Ero straniero e mi avete accolto

Atterrati in Tanzania ad attenderci fuori dall’aeroporto c’erano due suore rosminiane e l’autista del dala dala, il pulmino. Subito riconoscenti di essere stati accolti abbiamo baciato la terra, mentre un caldo avvolgente ed una leggera pioggerellina scendevano sopra a Dar Es Salaam. La nostra esperienza missionaria stava finalmente iniziando, l’avevamo attesa e sognata a lungo nei mesi precedenti.

Dopo un lungo viaggio immersi nei paesaggi africani, tra coltivazioni di tè, terra rossa e foreste a perdita d’occhio, siamo arrivati nella missione di Muheza, dove tutte le suore ci hanno accolti con canti, musiche e balli. Cantavano per noi dicendoci “Benvenuti stranieri”, Karibu wageni, con gioia vera e traboccante.  Subito abbiamo capito che, umanamente parlando, avremmo ricevuto molto più che donato, nonostante la povertà con cui sempre e troppo ingenuamente si descrive l’Africa.

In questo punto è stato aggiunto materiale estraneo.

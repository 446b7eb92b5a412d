// Two independent groups of fixed size, each unit with or without the event (two binomials): the outcomes that can arise,
// and the set of those at least as extreme as the observed one.
import type { TwoByTwoCounts } from './two-by-two-counts.js';

/** Events in the first and second group, of so many units each. */
export interface TwoGroupsSeen {
  readonly firstSize: number;
  readonly secondSize: number;
  readonly firstEvents: number;
  readonly secondEvents: number;
}

/** inside[x1 * (secondSize + 1) + x2] is 1 where the outcome (x1, x2) is at least as extreme as the observed one. */
export interface OutcomeSet {
  readonly firstSize: number;
  readonly secondSize: number;
  readonly inside: Uint8Array;
}

export function groupsSeen({ cells, groups, event, first }: TwoByTwoCounts): TwoGroupsSeen {
  const count = (group: number, level: number): number =>
    groups === 'rows' ? cells[group]![level]! : cells[level]![group]!;
  const second = 1 - first;
  return {
    firstSize: count(first, 0) + count(first, 1),
    secondSize: count(second, 0) + count(second, 1),
    firstEvents: count(first, event),
    secondEvents: count(second, event),
  };
}

/** The set of outcomes for which `holds` is true; the observed one always belongs to it. */
export function outcomesWhere(seen: TwoGroupsSeen, holds: (x1: number, x2: number) => boolean): OutcomeSet {
  const { firstSize, secondSize } = seen;
  const inside = new Uint8Array((firstSize + 1) * (secondSize + 1));
  let at = 0;
  for (let x1 = 0; x1 <= firstSize; x1++) {
    for (let x2 = 0; x2 <= secondSize; x2++) inside[at++] = holds(x1, x2) ? 1 : 0;
  }
  inside[seen.firstEvents * (secondSize + 1) + seen.secondEvents] = 1;
  return { firstSize, secondSize, inside };
}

La parola “wageni” in kiswahili si traduce sia come “stranieri”, cioè etimologicamente in italiano “estranei, esterni”, ma anche come “ospiti”, cioè con accezione positiva. In una sola parola che racchiude entrambi i significati insieme, abbiamo compreso quanto semplicemente le persone che abbiamo incontrato interpretino soltanto l’accezione positiva e quanto questo possa fare la differenza negli atteggiamenti quotidiani. Avere ospiti in Tanzania vuole dire ricevere benedizioni.

Questo ricordo che ci portiamo nel cuore ancora oggi non può che farci pensare a quanto la cronaca italiana degli ultimi tempi, a proposito della lettura del fenomeno migratorio, sia distante da questa semplicità genuina tipica della gente che abbiamo incontrato in Tanzania.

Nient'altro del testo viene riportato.